What if you're opening files on, for example, a commercial Unix with a legacy encoding like EUCJP for Japanese? 'If it's not Unicode it's garbage' is not a practical approach in the real world.

shoulda said GB2312, which is only supported for decoding.* https://docs.oracle.com/javase/8/docs/technotes/guides/intl/encoding.doc.html is the list of supported character sets

* i have fixed actual customer affecting bugs caused by this one

Notorious b.s.d.
Jan 25, 2003

by Reene

Progressive JPEG posted:

isn't that the purpose of virtualenv?

oh, ye of little years

feedmegin
Jul 30, 2008

Progressive JPEG posted:

isn't that the purpose of virtualenv?

What are the chances of the customer having that installed on their AIX 5 box?

feedmegin
Jul 30, 2008

ulmont posted:

Sure, but outputting to a well-known encoding scheme isn't that big a deal, and in the java example would be easily handled by just setting the default character encoding for the environment to EUCJP (if it wasn't already).

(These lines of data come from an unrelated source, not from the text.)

#[test]
fn kernel_unfolded_goe_is_wigner_with_unit_spacing_and_the_same_ratio() {
    let e = goe_levels(2000, 11);
    let r = analyze(&e, &default_window(), &kernel_opts(32.0)).unwrap();
    eprintln!(
        "GOE 2000, kernel: mean spacing {} KS P {} GOE {} GUE {}",
        r.unfolding.mean_unfolded_spacing, r.ks_poisson, r.ks_goe, r.ks_gue
    );
    // common practice, no source: N̄ follows the staircase, so the unfolded levels of the
    // window span (nearly) as many units as there are spacings; GOE staircases fluctuate by
    // O(log n) levels (Mehta 2004), so 1 % over 1000 spacings is ample
    assert!(
        (r.unfolding.mean_unfolded_spacing - 1.0).abs() < 0.01,
        "{}",
        r.unfolding.mean_unfolded_spacing
    );
    assert_eq!(r.unfolding.negative_spacings, 0);
    // Atas et al., PRL 110, 084101 (2013): ⟨r̃⟩ needs no unfolding, so it is the same number
    // whatever the unfolding, and it is the GOE value 0.5307 within its error
    assert_eq!(r.mean_r, goe_2000().mean_r);
    assert_eq!(r.mean_r_stderr, goe_2000().mean_r_stderr);
    assert!(
        (r.mean_r - 0.5307).abs() < 3.0 * r.mean_r_stderr,
        "{}",
        r.mean_r
    );
    // Mehta (2004): GOE spacings follow the Wigner surmise; KS noise for 1000 spacings ≈ 0.045
    assert!(r.ks_goe < 0.05, "KS to GOE {}", r.ks_goe);
    assert!(r.ks_goe < r.ks_poisson / 3.0);
    assert_eq!(r.nearest_ensemble, Ensemble::Goe);
    assert!(r.warnings.is_empty(), "{:?}", r.warnings);
}

#[test]
fn kernel_unfolds_dense_goe_matrix_spectra() {
    // the GOE matrix of src/model/rmt.rs, diagonalised densely (dimension 1000, window of 500)
    let mut rng = rmt::rng(21);
    let e = eigvalsh_real(rmt::goe(1000, &mut rng).as_ref()).unwrap();
    for m in [
        UnfoldMethod::Kernel { spacings: 32.0 },
        UnfoldMethod::Kernel { spacings: 8.0 },
        // fixed width: 8 mean spacings of the window
        UnfoldMethod::KernelEnergy {
            sigma: 8.0 * (e[750] - e[250]) / 500.0,
        },
    ] {
        let o = LevelOptions {
            unfold: m,
            ..LevelOptions::default()
        };
        let r = analyze(&e, &default_window(), &o).unwrap();
        eprintln!(
            "dense GOE 1000, {m}: mean spacing {} KS P {} GOE {}",
            r.unfolding.mean_unfolded_spacing, r.ks_poisson, r.ks_goe
        );
        // common practice, no source: unit mean unfolded spacing (see above)
        assert!(
            (r.unfolding.mean_unfolded_spacing - 1.0).abs() < 0.02,
            "{m}"
        );
        // Mehta (2004): Wigner surmise; the 99 % KS quantile for 500 spacings is 1.63/√500 ≈ 0.073
        assert!(r.ks_goe < 0.073, "{m}: KS to GOE {}", r.ks_goe);
        assert!(r.ks_goe < r.ks_poisson / 3.0, "{m}");
        assert_eq!(r.nearest_ensemble, Ensemble::Goe, "{m}");
        // Atas et al. (2013): GOE ⟨r̃⟩ = 0.5307, with no unfolding involved
        assert!(
            (r.mean_r - 0.5307).abs() < 3.0 * r.mean_r_stderr,
            "{}",
            r.mean_r
        );
    }
}

#[test]
fn kernel_unfolds_poisson_levels_on_a_varying_density_to_exponential_spacings() {
    for (name, e) in [
        ("exponential", poisson_exponential(41)),
        ("semicircle", poisson_semicircle(42)),
    ] {
        let r = analyze(&e, &default_window(), &kernel_opts(32.0)).unwrap();
        eprintln!(
            "Poisson on a {name} density, kernel: mean spacing {} KS P {} GOE {} <r> {} ± {}",
            r.unfolding.mean_unfolded_spacing, r.ks_poisson, r.ks_goe, r.mean_r, r.mean_r_stderr
        );
        // common practice, no source: unit mean unfolded spacing; the Poisson staircase
        // fluctuates by ~√n levels over n, i.e. ~1 % over the 10⁴ spacings of the window
        assert!(
            (r.unfolding.mean_unfolded_spacing - 1.0).abs() < 0.03,
            "{name}: {}",
            r.unfolding.mean_unfolded_spacing
        );
        // Mehta (2004): uncorrelated levels have P(s) = e^(−s). KS noise for 10⁴ spacings is
        // ≈ 0.009 (mean) to 0.016 (99 %); a kernel of 32 spacings adds ≈ 0.003 (measured,
        // see the unfold module documentation)
        assert!(
            r.ks_poisson < 0.02,
            "{name}: KS to Poisson {}",
            r.ks_poisson
        );
        assert!(r.ks_poisson < r.ks_goe / 5.0, "{name}");
        assert_eq!(r.nearest_ensemble, Ensemble::Poisson, "{name}");
        // Atas et al. (2013): Poisson ⟨r̃⟩ = 2 ln 2 − 1 whatever the density
        let want = 2.0 * std::f64::consts::LN_2 - 1.0;
        assert!(
            (r.mean_r - want).abs() < 3.0 * r.mean_r_stderr,
            "{name}: {}",
            r.mean_r
        );
    }
}

#[test]
fn kernel_follows_the_local_density() {
    // common practice, no source: after unfolding, the mean spacing is 1 everywhere in the
    // window, although the raw mean spacing grows by a factor 3 across it (exponential
    // density e^(−E): the quantiles 0.25 and 0.75 have densities 0.75 and 0.25), and by a
    // factor ≈ 2 between the first and the last third (densities ≈ 2/3 and 1/3 there)
    let e = poisson_exponential(43);
    let range = 5000..15000;
    let (u, info) =
        unfold::unfold(&e, range.clone(), UnfoldMethod::Kernel { spacings: 32.0 }).unwrap();
    assert_eq!(u.len(), 10000);
    assert_eq!(info.negative_spacings, 0);
    let third = |v: &[f64], k: usize| -> f64 {
        let s: Vec<f64> = v.windows(2).map(|w| w[1] - w[0]).collect();
        let t = s.len() / 3;
        s[k * t..(k + 1) * t].iter().sum::<f64>() / t as f64
    };
    let raw = &e[range];
    let raw_ratio = third(raw, 2) / third(raw, 0);
    assert!(raw_ratio > 1.8 && raw_ratio < 2.2, "raw ratio {raw_ratio}");
    // the mean of ~3300 exponential spacings has a standard error of ≈ 0.017: 4 σ
    for k in 0..3 {
        let m = third(&u, k);
        assert!(
            (m - 1.0).abs() < 0.07,
            "third {k}: mean unfolded spacing {m}"
        );
    }
    // the polynomial does the same on this smooth density
    let (p, _) = unfold::unfold(&e, 5000..15000, UnfoldMethod::Polynomial { degree: 5 }).unwrap();
    for k in 0..3 {
        let m = third(&p, k);
        assert!((m - 1.0).abs() < 0.07, "poly third {k}: {m}");
    }
}

#[test]
fn both_unfoldings_agree_on_the_nearest_ensemble() {
    // Mehta (2004): each spectrum is nearest to its own ensemble's spacing law, whichever
    // way it is unfolded; ⟨r̃⟩ and its class do not depend on the unfolding (Atas et al. 2013)
    let cases = [
        ("GOE", goe_levels(2000, 11), Ensemble::Goe),
        ("GUE", beta_hermite_levels(2000, 2.0, 12), Ensemble::Gue),
        ("Poisson exp", poisson_exponential(44), Ensemble::Poisson),
        (
            "Poisson semicircle",
            poisson_semicircle(45),
            Ensemble::Poisson,
        ),
    ];
    for (name, e, want) in cases {
        let poly = analyze(&e, &default_window(), &LevelOptions::default()).unwrap();
        let kern = analyze(&e, &default_window(), &kernel_opts(32.0)).unwrap();
        eprintln!(
            "{name}: poly KS {:.4} {:.4} {:.4}, kernel KS {:.4} {:.4} {:.4}",
            poly.ks_poisson, poly.ks_goe, poly.ks_gue, kern.ks_poisson, kern.ks_goe, kern.ks_gue
        );
        assert_eq!(poly.nearest_ensemble, want, "{name} poly");
        assert_eq!(kern.nearest_ensemble, want, "{name} kernel");
        assert_eq!(poly.mean_r, kern.mean_r, "{name}");
        assert_eq!(poly.ratio_class.nearest, kern.ratio_class.nearest, "{name}");
        assert_eq!(poly.unfolding.spec, "poly:5");
        assert_eq!(kern.unfolding.spec, "kernel:32");
    }
}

Right. Now the user copies a file from a newer system with a name which is in UTF-8. What now?

On a UNIX system a filename is a sequence of arbitrary bytes. Trying to coerce it to human text is always going to lead to tears in the edge cases.

Cybernetic Vermin
Apr 18, 2005

and obviously it is unix that is in the wrong here, but that doesn't really solve any problem.

Suspicious Dish
Sep 24, 2011

2020 is the year of linux on the desktop, bro
Fun Shoe
I was the guy complaining about Python 3's handling of the separate types -- I still think it's kind of unpythonic, since if I'm handed a file object I don't know whether it's in bytes or not. If you read from it you're lucky since you can do .read(0) and then check whether it's b'' or '', but with a .write() you have to try and catch the exception. So the "file" object has an API that changes invisibly and can't be tested for without trying. This sort of half-baked approach to upgrading the standard library worn me down to the point that I gave up on Python altogether.

In later Python 3 releases they put back a lot of the functionality that they intentionally removed from the bytes type, but that shows that their initial hard line stance about what bytes and str were wasn't as useful as first thought.

Not to mention the whole "code points being your fundamental Unicode element" thing is short-sighted in the same way UCS-2 was short-sighted, though it was the popular choice at the time. Newer languages like Swift use extended grapheme clusters which is a better choice.

ulmont
Sep 15, 2010

IF I EVER MISS VOTING IN AN ELECTION (EVEN AMERICAN IDOL) ,OR HAVE UNPAID PARKING TICKETS, PLEASE TAKE AWAY MY FRANCHISE

feedmegin posted:

Right. Now the user copies a file from a newer system with a name which is in UTF-8. What now?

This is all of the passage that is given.